Continuing with key presentations from the 2012 IMAPS Device Packaging Conference in Ft McDowell AZ.
Tezzaron Process Technology
Bob Patti showed off two Centip3De, a 3-D IC stack using 128 ARM Cortex M3 cores and 256 Mbytes of stacked DRAM from the Univ of Michigan and the 3-D MAPS, a massively parallel processor using 64 custom cores stacked with a block 256 kilobytes of scratch pad memory from Ga Tech. For more details on these see IFTLE 93, "2.5/3D at the 2012 ISSCC".
(Click on any of the images below to enlarge them.)
Amkor Discusses 2.5/3DIC
Amkor’s Ron Huemoeller reported that 3D vertical stacking is:
– memory and application processor driven
– today focused on 28 nm CMOS and moving to 22 nm
– application processors are near exclusively moving to OSAT finished wafer process flows
Whereas 2.5D Interposers are:
– network, CPU and GPU driven
…….. mother boards reduced from 10 to 6 layers
…….. reduce chip mask layers
…….. smaller x, y dimensions
– focused on large package bodies (40 -90 mm , near retical sized Si)
– both foundry and OSAT wafer flow processes being used
He sees both dis-integration of large logic blocks and separation of functions
– allows focus of specific functions which require leading process nodes
– improves wafer yield
– reduces time to market
– reduces mask layer count at advanced process nodes
Concerning the interposer supply chain:
– laminate (which can theoretically be delivered in large panel format (i.e. 500 x 500 mm ) are being investigated by several "elite substrate manufacturers" [ Unimicron, DNP, Shinko, Kyocera]. Limited to 8 um L/s and 40 um vias on 85 um pads today. 5 um l/s will require stepper and better resists which change the economics. 5 um L/S thought to be many years away. Latency issues will limit adoption as will limitations in va/pad design rules.
– glass can be delivered in large panel or wafer format. Several glass companies [Hoya, Corning, AGC] are investing in capability to support glass interposer technology. Glass faces challenges for CMP / damascene processing.
– silicon in 200 or 300 mm several companies supporting silicon interposers in idle foundry space on legacy node technologies. Amkor finds only 3 foundry players committed to delivering "fine featured" interposers [ TSMC, GF, UMC] with TSMC the only one currently delivering in any quantity.

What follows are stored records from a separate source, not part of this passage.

def test_split_sieve_must_be_in_the_test():
    core = clay_core()
    core["sedimentation"]["split_mm"] = 0.075
    core["sieves"] = [s for s in core["sieves"] if s["opening_mm"] != 0.075] + [
        {"opening_mm": 0.15, "retained_g": 80.0}]
    with pytest.raises(InputError) as e:
        reduce_test(core, "base")
    assert e.value.field == "base.sedimentation.split_mm"


def test_sedimentation_point_above_sieve_curve_is_an_error_on_its_reading():
    core = clay_core()
    core["sedimentation"]["readings"][0]["reading"] = 60  # 0.98 x ~106 % > 76 % at 0.075 mm
    with pytest.raises(InputError) as e:
        reduce_test(core, "base")
    assert e.value.field.startswith("base.sedimentation.readings[0]")


@settings(max_examples=200, deadline=None)
@given(st.lists(st.floats(0.0, 8.0), min_size=2, max_size=8), st.floats(2.4, 2.9), st.floats(16, 30),
       st.floats(30, 100))
def test_property_monotone_readings_give_monotone_curve(drops, gs, temp, w):
    """Readings that never rise with time: a finer diameter never gets a higher percent finer."""
    r, times, readings = 50.0, [], []
    for i, dr in enumerate(drops):
        r -= dr
        times.append(2.0 ** i)
        readings.append(r)
    sheet = {"hydrometer": "152H", "specific_gravity": gs, "dry_mass_g": w, "split_mm": 2.0,
             "composite_correction": 3.0,
             "readings": [{"time_min": t, "reading": x, "temperature_c": temp} for t, x in zip(times, readings)]}
    out = reduce_sedimentation(sheet, "s", 90.0).readings
    for a, b in zip(out, out[1:]):
        assert b.diameter_mm < a.diameter_mm
        assert b.finer_pct <= a.finer_pct


@settings(max_examples=200, deadline=None)
@given(st.floats(2.4, 2.9), st.floats(30, 50), st.floats(20, 100), st.floats(-0.5, 0.5))
def test_property_continuous_at_split(gs, w, passing_split, off):
    """A reading whose corrected value means all of the suspension (P = 100 %) gives the split sieve's
    percent passing, within the percent one half division of the hydrometer stands for."""
    a = 1.65 * gs / ((gs - 1) * 2.65)
    full = w / a  # corrected reading for 100 % of the suspension
    sheet = {"hydrometer": "152H", "specific_gravity": gs, "dry_mass_g": w, "split_mm": 2.0,
             "composite_correction": 0.0,
             "readings": [{"time_min": 1, "reading": full + off, "temperature_c": 20}]}
    r = reduce_sedimentation(sheet, "s", passing_split).readings[0]
    resolution = 100 * a * 0.5 / w * passing_split / 100
    assert abs(r.finer_pct - passing_split) <= resolution * (1 + 1e-9)


def test_an_undetermined_fine_d_value_asks_for_a_later_reading_once_readings_are_given():
    """The finest point of a combined curve is a hydrometer reading: the note asks for a later reading,
    not for the analysis that was given; without the readings it asks for the analysis (ASTM D7928)."""
    req = json.loads((Path(__file__).parent / "golden" / "gradation-sedimentation-clay-core.request.json")
                     .read_text(encoding="utf-8"))
    with_sed = json.loads(api.handle(json.dumps(req)))
    (note,) = [f for f in with_sed["findings"] if f["code"] == "d_below_range"]
    assert "last hydrometer reading" in note["message"] and "D7928" not in note["message"]
    req["test"].pop("sedimentation")
    sieves_only = json.loads(api.handle(json.dumps(req)))
    (note,) = [f for f in sieves_only["findings"] if f["code"] == "d_below_range"]
    assert "finest sieve" in note["message"] and "D7928" in note["message"]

According to Amkor several foundry sources are interested in manufacturing Si interposers and a couple are already delivering fully functional wafers. Currently design rules "are aggressive" i.e. less than 2 um L/S and 5 um vias.
Amkor indicated that the predominant interposer designs are what IFTLE has been calling "fine featured" as follows:
When looking at TSV products expected to enter the market in the next few years, Huemoeller offered the following roadmap.
TI Promotes Cu WB
TI has recently announced that all 7 TI internal assembly and test sites are now converted to Cu WB. 6.5B devices have been shipped in Cu WB with conversions continuing. TI which started their Cu WB studies in 2003 are in HVM at the 65 node and have qualified down to the 45 node. 50% of all their interconnect wire is now Cu.
Analog, wireless and embedded products in BGA and leadframe packages are all qualified. Cu shows less wire sweep during package molding and since it has better inherent thermal conductivity it shows better battery life. Next TI will be looking at "high rel" applications such as automotive, military and down hole drilling with Cu wirebonding.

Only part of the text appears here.